The title really threw me as I became aware of the  award at  5.30 am......nattily attired in an ancient tee shirt  and an equally decrepit dressing gown.

In the style stakes, bag lady was beating Caroline Charles by a distance.....

I have a great deal for which to thank Ayak...not only does she write a great blog, ranging far and wide from her home in Turkey, but she has given me the confidence to take on the computer and, if I can't beat it into submission...three falls or a knockout to decide the contest....at least I now know that if I turn it off and on again there is a fair chance that it will see things my way.
It certainly beats my previous strategy of boiling my head and throwing heavy objects.

You'll see when you go to her blog that she encourages her readers to blog themselves...and she sets a fine example!
Thank you, Ayak!

I am...reading the small print....to reveal seven things about myself and to pass on the award to other bloggers.

So......to work.

Revelations conjures up notions of the exploits recorded by the hardy journalists of 'The News of the World' of my young day who were always most disappointingly making their excuses and leaving just as things hotted up...

Or Revelations as in the Biblical sense....which could outdo 'The News of the World' any day without any excuses being made whatsoever.

I can just imagine the NotW's journalists faced with the Whore of Babylon.... they'd get as far as the clothing, the jewels and the golden cup and then they would have made their excuses and left before getting to the abominations and filthiness of her fornication.
It is a great tribute to the insatiable curiosity of the British public that 'The News of the World' survived....its readers always hoping that ...just for once...its journalists would run out of excuses.
Mark you, the British public keeps on voting for political parties too....on the same grounds.

So, seven revelations....

Cricket.
A wonderful game made even better by the Test Match Special radio commentary on the BBC.  I'd love to be able to watch it too....if Alastair Cook had been around when I was a young woman I think I'd have been a groupie.
Except that when I was a young woman the possibility of being a groupie was not something that had crossed my horizon and by the time it had the group would have had to have been visually impaired.

Gardening.
The gamble of planting a seed....the care of the young plant....and all to feed the blasted leaf cutter ants as soon as I plant it out. It really must be the triumph of hope over experience....

Dogs.
Can't resist a dog...don't even try.

Books.
Can't resist a book either...unless it's Harry Potter, that meretricious, illiterate offering to the ignorance of our times.

Food.
The habit of preserving food dies hard....I'm sure that I'll be like my old neighbour, Gaston, who preserves the fruit from his trees every year despite being a widower with no children on the grounds that it is a sin to let it go to waste....by the time I left France the Kilner jars had broken free from the pantry and had taken over two of the downstairs rooms of his house.

Travel.
I'll do it while I can....whether it's the bus to Nicaragua or the 'plane to Sri Lanka....I'm not turning down opportunities.

Friends.
Thank goodness for modern communications...letters are fine, but there is something about hearing someone's voice which is special and the existence of Skype has made moving to the other side of the world far less traumatic than it would have been previously.
Written descriptions are fine, but nothing beats sharing a cackle over the 'phone.

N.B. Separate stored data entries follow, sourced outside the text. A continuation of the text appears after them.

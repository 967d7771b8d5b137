import type { MigrationInterface, QueryRunner } from 'typeorm';

/**
 * Members calculated before beams could be described and bent about both axes get what the contract now holds, with the values that
 * mean what was calculated then: no moment about z, held as it was, a uniform moment.
 */
export class DescribedBeams1764633900000 implements MigrationInterface {
  name = 'DescribedBeams1764633900000';

  async up(runner: QueryRunner): Promise<void> {
    await runner.query(`UPDATE members SET basis = jsonb_set(basis, '{design}', $1::jsonb || (basis->'design')) WHERE basis->>'way' = 'calculated'`, [JSON.stringify(design)]);
    await runner.query(`UPDATE members SET basis = jsonb_set(basis, '{design,actions,effect}', '{"momentZKnm":0}'::jsonb || (basis #> '{design,actions,effect}')) WHERE basis #>> '{design,actions,given}' = 'fire-effect'`);
    await runner.query(`UPDATE members SET basis = jsonb_set(basis, '{design,actions,permanent}', '{"momentZKnm":0}'::jsonb || (basis #> '{design,actions,permanent}')) WHERE basis #>> '{design,actions,given}' = 'characteristic'`);
    await runner.query(`UPDATE members SET basis = jsonb_set(basis, '{design,actions,leading}', '{"momentZKnm":0}'::jsonb || (basis #> '{design,actions,leading}')) WHERE jsonb_typeof(basis #> '{design,actions,leading}') = 'object'`);
    await runner.query(`UPDATE members SET basis = jsonb_set(basis, '{design,actions,accompanying}', (SELECT coalesce(jsonb_agg('{"momentZKnm":0}'::jsonb || one ORDER BY place), '[]') FROM jsonb_array_elements(basis #> '{design,actions,accompanying}') WITH ORDINALITY AS each(one, place))) WHERE jsonb_typeof(basis #> '{design,actions,accompanying}') = 'array'`);
  }

  /** Nothing to take back: readers of before leave what they do not know alone. */
  async down(): Promise<void> {}
}

const design = { lateralSpacingMm: null, momentShapeY: { kind: 'end-moments', ratio: 1 }, momentShapeZ: { kind: 'end-moments', ratio: 1 }, loadHeight: 'top-flange' };
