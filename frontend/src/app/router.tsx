import type { QueryClient } from '@tanstack/react-query';
import type { ComponentType } from 'react';
import { createBrowserRouter, Navigate } from 'react-router-dom';
import type { RouteObject } from 'react-router-dom';
import { projectQuery } from '../features/projects/api/projects.js';
import { sessionQuery } from '../features/session/api/session.js';
import { LoadingState } from '../ui/states.js';
import { NotFound, RouteFault } from './faults.js';
import { ProjectLayout } from './project-layout.js';
import { RequireSession } from './require-session.js';
import { Shell } from './shell.js';

/** A route whose page is fetched when first visited. */
const page = (path: string, load: () => Promise<{ default: ComponentType }>): RouteObject => ({
  path, lazy: async () => ({ Component: (await load()).default }),
});

const projectPages: RouteObject[] = [
  { index: true, lazy: async () => ({ Component: (await import('../features/building/pages/building-page.js')).default }) },
  page('zones', () => import('../features/zones/pages/zones-page.js')),
  page('members', () => import('../features/members/pages/members-page.js')),
  page('members/import', () => import('../features/imports/pages/import-page.js')),
  page('members/:memberId', () => import('../features/members/pages/member-page.js')),
  page('products', () => import('../features/products/pages/products-page.js')),
  page('products/:productId', () => import('../features/products/pages/product-page.js')),
  page('quantities', () => import('../features/quantities/pages/quantities-page.js')),
  page('schedule', () => import('../features/schedule/pages/schedule-page.js')),
  page('schedule/:revisionId', () => import('../features/schedule/pages/revision-page.js')),
  page('site', () => import('../features/site/pages/site-page.js')),
  page('team', () => import('../features/team/pages/team-page.js')),
];

/** A fault inside one page leaves the strip and the list of pages standing. */
const guarded = (children: RouteObject[]): RouteObject => ({ errorElement: <RouteFault />, children });

/**
 * The project is asked for while the session still is, so that no page waits for three answers in a row.
 * Nobody waits here: the layouts show what there is.
 */
const projectRoute = (client: QueryClient): RouteObject => ({
  path: '/projects/:projectId', element: <ProjectLayout />,
  loader: ({ params }) => {
    void client.prefetchQuery(sessionQuery());
    void client.prefetchQuery(projectQuery(params['projectId'] ?? ''));
    return null;
  },
  shouldRevalidate: ({ currentParams, nextParams }) => currentParams['projectId'] !== nextParams['projectId'],
  children: [guarded([...projectPages, { path: '*', element: <NotFound /> }])],
});

const routes = (client: QueryClient): RouteObject[] => [
  {
    errorElement: <RouteFault />,
    hydrateFallbackElement: <LoadingState what="Mantlet" />,
    children: [
      page('/forgotten-password', () => import('../features/session/pages/forgotten-password-page.js')),
      page('/accept-invitation', () => import('../features/session/pages/accept-invitation-page.js')),
      page('/reset-password', () => import('../features/session/pages/reset-password-page.js')),
      page('/caught-mail', () => import('../features/session/pages/caught-mail-page.js')),
      page('/caught-mail/:mailId', () => import('../features/session/pages/caught-mail-page.js')),
      page('/sign-in', () => import('../features/session/pages/sign-in-page.js')),
      page('/set-up', () => import('../features/session/pages/set-up-page.js')),
      {
        element: <RequireSession />,
        children: [
          { path: '/', element: <Navigate to="/projects" replace /> },
          projectRoute(client),
          {
            element: <Shell />,
            children: [guarded([
              page('/projects', () => import('../features/projects/pages/projects-page.js')),
              page('/products', () => import('../features/products/pages/products-page.js')),
              page('/products/:productId', () => import('../features/products/pages/product-page.js')),
              page('/help', () => import('../features/help/pages/help-page.js')),
              page('/account', () => import('../features/session/pages/account-page.js')),
              page('/accounts', () => import('../features/team/pages/accounts-page.js')),
              { path: '*', element: <NotFound /> },
            ])],
          },
        ],
      },
    ],
  },
];
export const createRouter = (client: QueryClient) => createBrowserRouter(routes(client));
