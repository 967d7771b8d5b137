import type { MailFailure } from '@mantlet/common';

interface SmtpError {
  code?: string;
  command?: string;
  responseCode?: number;
}

/** What went wrong, in one of the few ways that an administrator can do something about. */
export function failureOf(error: unknown): MailFailure {
  const { code, command, responseCode } = error as SmtpError;
  if (code === 'EAUTH') return 'not-let-in';
  if (code === 'EENVELOPE' && command !== 'MAIL FROM') return 'address-refused';
  if (responseCode === undefined && code !== 'EMESSAGE' && code !== 'EPROTOCOL') return 'unreachable';
  return 'other';
}

/** A refusal for good (5xx) or a wrong password will be the same in a minute. */
export function isWorthAnother(error: unknown): boolean {
  const { code, responseCode } = error as SmtpError;
  return code !== 'EAUTH' && (responseCode === undefined || responseCode < 500);
}
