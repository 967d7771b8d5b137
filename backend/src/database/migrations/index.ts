import { InitialSchema1764547200000 } from './1764547200000-initial-schema.js';

export const migrations = [InitialSchema1764547200000];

Passing on the award is more of a problem as there are so many blogs I enjoy.
However, when it comes to stylish some blogs come automatically to mind, thus

Dash's French Sampler, which never fails to enchant and delight

and

David Mcgrievey's an illustrated life

which is equally infallible but in no other way resembles the pope.

If you don't already know them then I hope you will enjoy discovering what they have to offer.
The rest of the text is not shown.